Under its Mission Statement, the RSPCA declares ‘The RSPCA as a charity will, by all lawful means, prevent cruelty, promote kindness to and alleviate suffering.’

And under their General Principles, the RSPCA states ‘The general principles on which the RSPCA operates, derived from extensive scientific evidence, is based on the fact that vertebrates and some invertebrates are sentient, and can feel pain and distress.’
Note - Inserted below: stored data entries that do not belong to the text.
import type { Clause, Family, Step } from '@wedgeline/engine'

/** A formula as the list of methods holds it; made from the steps of the engine by `npm run methods`. */
export interface Method {
  readonly id: string
  readonly symbol: string
  readonly meaning: string
  readonly formula: string
  readonly unit: string
  /** Where it is used, in the order of the families; bar lengths are in the schedule. */
  readonly families: readonly MethodFamily[]
  readonly clauses: readonly MethodClause[]
  readonly proofs: readonly Proof[]
}

export type MethodFamily = Family | 'schedule'

export interface MethodClause extends Clause {
  /** Bases in which the formula rests on this clause; empty for the schedule, which hangs on no basis. */
  readonly bases: readonly string[]
}

/** What shows that a formula is right: a value from a source, or one worked by hand, and the test that holds it. */
export interface Proof {
  /** Inputs and answer in words, with where they come from. */
  readonly value: string
  readonly test: string
  readonly name: string
}

/** The nth set of bars or the nth mat: another place, not another formula. */
const NUMBERED = /^(As|N|Ncut|Acut)\d+$/
const COUNTED = /\b(N|Acut)\d+\b/g
/** Sums of as many terms as there are sets, mats, bends or anchors, also of one or none. */
const SUMS: Readonly<Record<string, { readonly of: RegExp; readonly formula: string }>> = {
  AsCounted: { of: /^(?:0|As\d+)(?: \+ As\d+)*$/, formula: 'As1 + … + Asn' },
  AsAcross: { of: /^(?:0|As\d+|AsMat)(?: \+ (?:As\d+|AsMat))*$/, formula: 'As1 + … + Asn + AsMat' },
  AsMat: { of: /^m\d+(?: \+ m\d+)*$/, formula: 'm1 + … + mn' },
  Acut: { of: /^Acut\d+(?: \+ Acut\d+)*$/, formula: 'Acut1 + … + Acutn' },
  plan: { of: /^(?:0|bend\d+)(?: \+ bend\d+)*$/, formula: 'θ1 + … + θn' },
  fmin: { of: /^min\(f\d+(?:, f\d+)*\)$/, formula: 'min(f1, …, fn)' },
  fmean: { of: /^\(f\d+(?: \+ f\d+)*\) \/ \d+$/, formula: '(f1 + … + fn) / n' },
  Pjack: { of: /^P\d+(?: \+ P\d+)*$/, formula: 'P1 + … + Pn' },
}

/** A step's formula without what is particular to one place: `As1 + As2` and `As1` are the same sum of sets. */
export function generalForm({ symbol, formula }: Pick<Step, 'symbol' | 'formula'>): {
  readonly symbol: string
  readonly formula: string
} {
  const sum = SUMS[symbol]
  if (sum?.of.test(formula)) return { symbol, formula: sum.formula }
  const head = NUMBERED.exec(symbol)?.[1]
  return head === undefined ? { symbol, formula } : { symbol: `${head}i`, formula: formula.replace(COUNTED, '$1i') }
}

/** A short name of a formula that stays the same as long as its symbol and text do; part of the page's addresses. */
export function methodId(step: Pick<Step, 'symbol' | 'formula'>): string {
  const { symbol, formula } = generalForm(step)
  // FNV-1a, 32 bit: a few hundred texts, and a test sees that no two share a name.
  let hash = 0x811c9dc5
  for (const letter of `${symbol} = ${formula}`) {
    hash = Math.imul(hash ^ (letter.codePointAt(0) ?? 0), 0x01000193) >>> 0
  }
  return hash.toString(36)
}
What happened to all those honorable and admirable objects, visions, statements and principles when RSPCA inspectors arrived at an address in South Wales and proceeded to slaughter ten German Shepherd dogs with a captive bolt?

Thursday, 15 October 2009

Is Shooting Dogs Ever Humane

I know that many of you were very shocked when I blogged about the ten German Shepherds that had been shot by the RSPCA using a captive bolt method.
Hats off to Many Tears rescue for a really comprehensive covering of this issue on their
website. More than 4,000 people have now signed their petition and I'd urge you to have a read.

Here's the wording...

I believe the practice of the RSPCA shooting dogs with a captive bolt gun to be banned. We feel that this an inhumane way to kill an animal and should not be recognized as an acceptable means of euthanasia painless death designed to cause minimal pain and distress)for companion animals.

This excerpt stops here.